The La Belle Aire teacher said she noticed a difference in her students’ behavior beginning about five years ago. She attributes this change to a lesson plan called “Manners of the Heart.”
"This curriculum moves the focus from individual well-being to thinking about others," Toms said.
Students are given daily lessons about social interactions, with stories and illustrations, alongside their usual curriculum.
Toms’s principal, Da’Anne Lipscomb, says this foundation has helped students to teach each other. Sometimes, she said, students can communicate concepts to each other more effectively than a teacher can.
"Bringing [this behavior] to their math lesson, or to their reading group, or to whatever they’re working on. We take turns, we respect what the other person is saying - and that’s the part of this that spills over into everything," Lipscomb said.
But this emphasis on respect in the classroom is still somewhat radical, which is why executive director Jill Garner founded manners of the heart nearly two decades ago.
She says she blames the educational emphasis on building self-esteem for the violence and political vitriol that is all too common today.
"The big message underneath all of this, for me, is the debunking of that ridiculous notion that we were told – that self-esteem was going to fix everything," Garner said.
Garner's message is resonating.

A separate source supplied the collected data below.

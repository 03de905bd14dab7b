import { published } from '../published.ts';

export const yagiWakao1959Low = published({
  id: 'yagi-wakao-1959-low',
  authors: 'Yagi and Wakao',
  year: 1959,
  title: 'Wall film of a packed tube, Re 20 to 40',
  family: 'bed-wall',
  transfer: 'heat',
  average: 'mean',
  reads: 'mean line',
  form: 'Nu = C * Re^a',
  values: { C: 0.6, a: 0.5 },
  groups: { Nu: 'Nu@particle', Re: 'Re@particle', particle_diameter: 'particle_diameter', vessel_diameter: 'vessel_diameter' },
  limits: ['20 <= Re <= 40', '6 <= vessel_diameter / particle_diameter <= 47'],
  accuracy: 'not stated',
  source: 'S. Yagi, N. Wakao, AIChE J. 5 (1959) 79-85',
  where: 'branch below Re 40',
  constantsFrom: 'page read',
  use: 'Film at the wall beside an effective conductivity of the bed.',
  analogy: false,
  printed: [
    {
      kind: 'constants on a page',
      at: { Re: 30 },
      value: 3.2863353,
      tolerance: 6.6e-6,
      source: 'open reference on wall coefficients of fixed beds (in Chinese), table of correlations',
      where: '0.6 Re^0.5 below Re 40, evaluated at this point',
    },
  ],
});
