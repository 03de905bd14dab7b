import { published } from '../published.ts';

export const leveque1928Fibre = published({
  id: 'leveque-1928-fibre',
  authors: 'Leveque',
  year: 1928,
  title: 'Laminar flow inside a hollow fibre, short, mean',
  family: 'membrane',
  transfer: 'mass',
  average: 'mean',
  reads: 'mean line',
  form: 'Sh = C * Gz_mass^a',
  values: { C: 1.615, a: 1 / 3 },
  groups: { Sh: 'Sh@pipe', Gz_mass: 'Gz_mass@pipe', Re: 'Re@pipe' },
  limits: ['Re <= 2300', 'Gz_mass >= 100'],
  accuracy: 'asymptote',
  source: 'M. A. Leveque, Ann. Mines 13 (1928) 201-299, 305-362, 381-415',
  where: 'mean asymptote; 1.62 in membrane papers',
  constantsFrom: 'memory',
  use: 'Lumen of hollow fibres at high flow.',
  analogy: true,
  printed: [
    {
      kind: 'analytic limit',
      at: { Gz_mass: 1000 },
      value: 16.15098165,
      tolerance: 0.005,
      source: 'closed form 3/2 (8/9)^(1/3)/Gamma(4/3)',
      where: 'Leveque solution',
    },
  ],
});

She says research chartered by Manners of the Heart shows their schools can expect a 30 percent reduction in disciplinary referrals, and a 15 or more point increase on school performance scores.
But that’s not all.
Inside the manners of the heart office, sits a basket with hundreds of "Thank You" notes from students that have gone through the curriculum.
"One day, we envision a world where the attitude behind the action reflects respect," Garner said. "It’s been the hardest thing i’ve ever done or ever will do, but I’m more committed today and more fired up than i was 18 years ago.
"When I look in the faces of my grandchildren, I have got to fix this. I have to."